(Saved data entries)
++++

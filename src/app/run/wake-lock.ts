import { DestroyRef, DOCUMENT, inject, Injectable, InjectionToken, signal } from '@angular/core';

/** The browser's way to keep a screen awake; undefined where it has none (no secure context). */
export const screenWakeLock = new InjectionToken<WakeLock | undefined>('screenWakeLock', {
  factory: () => (typeof navigator === 'undefined' ? undefined : navigator.wakeLock),
});

/** Keeps the screen awake while a run is on it, and says when it cannot. Provided by the run's page. */
@Injectable()
export class AwakeScreen {
  private readonly lock = inject(screenWakeLock);
  private readonly document = inject(DOCUMENT);

  private readonly held = signal<boolean | undefined>(undefined);
  private sentinel: WakeLockSentinel | undefined;
  private isWanted = false;

  /** Whether the screen stays awake; undefined before it was asked for. */
  readonly isAwake = this.held.asReadonly();

  constructor() {
    const again = (): void => {
      if (this.isWanted && this.document.visibilityState === 'visible') void this.take();
    };
    this.document.addEventListener('visibilitychange', again);
    inject(DestroyRef).onDestroy(() => {
      this.document.removeEventListener('visibilitychange', again);
      this.isWanted = false;
      void this.sentinel?.release();
    });
  }

  /** Takes the lock, and takes it again whenever the page comes back. */
  async take(): Promise<void> {
    this.isWanted = true;
    if (this.lock === undefined) return this.held.set(false);
    try {
      const sentinel = await this.lock.request('screen');
      if (!this.isWanted) return void sentinel.release();
      this.sentinel = sentinel;
      this.held.set(true);
      sentinel.addEventListener('release', () => this.held.set(false));
    } catch (error) {
      // NotAllowedError: a hidden page, a low battery or power saving; it is shown, and tried again on return.
      if (!(error instanceof DOMException)) throw error;
      this.held.set(false);
    }
  }
}
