const schema53 = {"type":"object","properties":{"step":{"$ref":"#/$defs/step"},"sha256":{"$ref":"#/$defs/hash"},"bytes":{"$ref":"#/$defs/count"},"mediaType":{"type":"string","maxLength":100}},"required":["step","sha256","bytes","mediaType"],"additionalProperties":false};

function validate166(data, {instancePath="", parentData, parentDataProperty, rootData=data, dynamicAnchors={}}={}){
let vErrors = null;
let errors = 0;
const evaluated0 = validate166.evaluated;
if(evaluated0.dynamicProps){
evaluated0.props = undefined;
}
if(evaluated0.dynamicItems){
evaluated0.items = undefined;
}
if(data && typeof data == "object" && !Array.isArray(data)){
if(data.step === undefined){
const err0 = {instancePath,schemaPath:"#/required",keyword:"required",params:{missingProperty: "step"},message:"must have required property '"+"step"+"'"};
if(vErrors === null){
vErrors = [err0];
}
else {
vErrors.push(err0);
}
errors++;
}
if(data.sha256 === undefined){
const err1 = {instancePath,schemaPath:"#/required",keyword:"required",params:{missingProperty: "sha256"},message:"must have required property '"+"sha256"+"'"};
if(vErrors === null){
vErrors = [err1];
}
else {
vErrors.push(err1);
}
errors++;
}
if(data.bytes === undefined){
const err2 = {instancePath,schemaPath:"#/required",keyword:"required",params:{missingProperty: "bytes"},message:"must have required property '"+"bytes"+"'"};
if(vErrors === null){
vErrors = [err2];
}
else {
vErrors.push(err2);
}
errors++;
}
if(data.mediaType === undefined){
const err3 = {instancePath,schemaPath:"#/required",keyword:"required",params:{missingProperty: "mediaType"},message:"must have required property '"+"mediaType"+"'"};
if(vErrors === null){
vErrors = [err3];
}
else {
vErrors.push(err3);
}
errors++;
}
for(const key0 in data){
if(!((((key0 === "step") || (key0 === "sha256")) || (key0 === "bytes")) || (key0 === "mediaType"))){
const err4 = {instancePath,schemaPath:"#/additionalProperties",keyword:"additionalProperties",params:{additionalProperty: key0},message:"must NOT have additional properties"};
if(vErrors === null){
vErrors = [err4];
}
else {
vErrors.push(err4);
}
errors++;
}
}
if(data.step !== undefined){
if(!(validate97(data.step, {instancePath:instancePath+"/step",parentData:data,parentDataProperty:"step",rootData,dynamicAnchors}))){
vErrors = vErrors === null ? validate97.errors : vErrors.concat(validate97.errors);
errors = vErrors.length;
}
}
if(data.sha256 !== undefined){
if(!(validate132(data.sha256, {instancePath:instancePath+"/sha256",parentData:data,parentDataProperty:"sha256",rootData,dynamicAnchors}))){
vErrors = vErrors === null ? validate132.errors : vErrors.concat(validate132.errors);
errors = vErrors.length;
}
}
if(data.bytes !== undefined){
if(!(validate134(data.bytes, {instancePath:instancePath+"/bytes",parentData:data,parentDataProperty:"bytes",rootData,dynamicAnchors}))){
vErrors = vErrors === null ? validate134.errors : vErrors.concat(validate134.errors);
errors = vErrors.length;
}
}
if(data.mediaType !== undefined){
let data3 = data.mediaType;
if(typeof data3 === "string"){
if(func1(data3) > 100){
const err5 = {instancePath:instancePath+"/mediaType",schemaPath:"#/properties/mediaType/maxLength",keyword:"maxLength",params:{limit: 100},message:"must NOT have more than 100 characters"};
if(vErrors === null){
vErrors = [err5];
}
else {
vErrors.push(err5);
}
errors++;
}
}
else {
const err6 = {instancePath:instancePath+"/mediaType",schemaPath:"#/properties/mediaType/type",keyword:"type",params:{type: "string"},message:"must be string"};
if(vErrors === null){
vErrors = [err6];
}
else {
vErrors.push(err6);
}
errors++;
}
}
}
else {
const err7 = {instancePath,schemaPath:"#/type",keyword:"type",params:{type: "object"},message:"must be object"};
if(vErrors === null){
vErrors = [err7];
}
else {
vErrors.push(err7);
}
errors++;
}
validate166.errors = vErrors;
return errors === 0;
}
validate166.evaluated = {"props":true,"dynamicProps":false,"dynamicItems":false};

const schema54 = {"type":"object","properties":{"step":{"$ref":"#/$defs/step"},"text":{"$ref":"#/$defs/words"}},"required":["step","text"],"additionalProperties":false};

function validate171(data, {instancePath="", parentData, parentDataProperty, rootData=data, dynamicAnchors={}}={}){
let vErrors = null;
let errors = 0;
const evaluated0 = validate171.evaluated;
if(evaluated0.dynamicProps){
evaluated0.props = undefined;
}
if(evaluated0.dynamicItems){
evaluated0.items = undefined;
}
if(data && typeof data == "object" && !Array.isArray(data)){
if(data.step === undefined){
const err0 = {instancePath,schemaPath:"#/required",keyword:"required",params:{missingProperty: "step"},message:"must have required property '"+"step"+"'"};
if(vErrors === null){
vErrors = [err0];
}
else {
vErrors.push(err0);
}
errors++;
}
if(data.text === undefined){
const err1 = {instancePath,schemaPath:"#/required",keyword:"required",params:{missingProperty: "text"},message:"must have required property '"+"text"+"'"};
if(vErrors === null){
vErrors = [err1];
}
else {
vErrors.push(err1);
}
errors++;
}
for(const key0 in data){
if(!((key0 === "step") || (key0 === "text"))){
const err2 = {instancePath,schemaPath:"#/additionalProperties",keyword:"additionalProperties",params:{additionalProperty: key0},message:"must NOT have additional properties"};
if(vErrors === null){
vErrors = [err2];
}
else {
vErrors.push(err2);
}
errors++;
}
}
if(data.step !== undefined){
if(!(validate97(data.step, {instancePath:instancePath+"/step",parentData:data,parentDataProperty:"step",rootData,dynamicAnchors}))){
vErrors = vErrors === null ? validate97.errors : vErrors.concat(validate97.errors);
errors = vErrors.length;
}
}
if(data.text !== undefined){
if(!(validate66(data.text, {instancePath:instancePath+"/text",parentData:data,parentDataProperty:"text",rootData,dynamicAnchors}))){
vErrors = vErrors === null ? validate66.errors : vErrors.concat(validate66.errors);
errors = vErrors.length;
}
}
}
else {
const err3 = {instancePath,schemaPath:"#/type",keyword:"type",params:{type: "object"},message:"must be object"};
if(vErrors === null){
vErrors = [err3];
}
else {
vErrors.push(err3);
}
errors++;
}
validate171.errors = vErrors;
return errors === 0;
}
validate171.evaluated = {"props":true,"dynamicProps":false,"dynamicItems":false};

const schema55 = {"type":"object","properties":{"step":{"$ref":"#/$defs/step"},"text":{"$ref":"#/$defs/words"}},"required":["step","text"],"additionalProperties":false};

++++

_What to produce_: Wherever the word "words" appears in the records above, copy that line.

_Written answer_:
const schema54 = {"type":"object","properties":{"step":{"$ref":"#/$defs/step"},"text":{"$ref":"#/$defs/words"}},"required":["step","text"],"additionalProperties":false};
const schema55 = {"type":"object","properties":{"step":{"$ref":"#/$defs/step"},"text":{"$ref":"#/$defs/words"}},"required":["step","text"],"additionalProperties":false};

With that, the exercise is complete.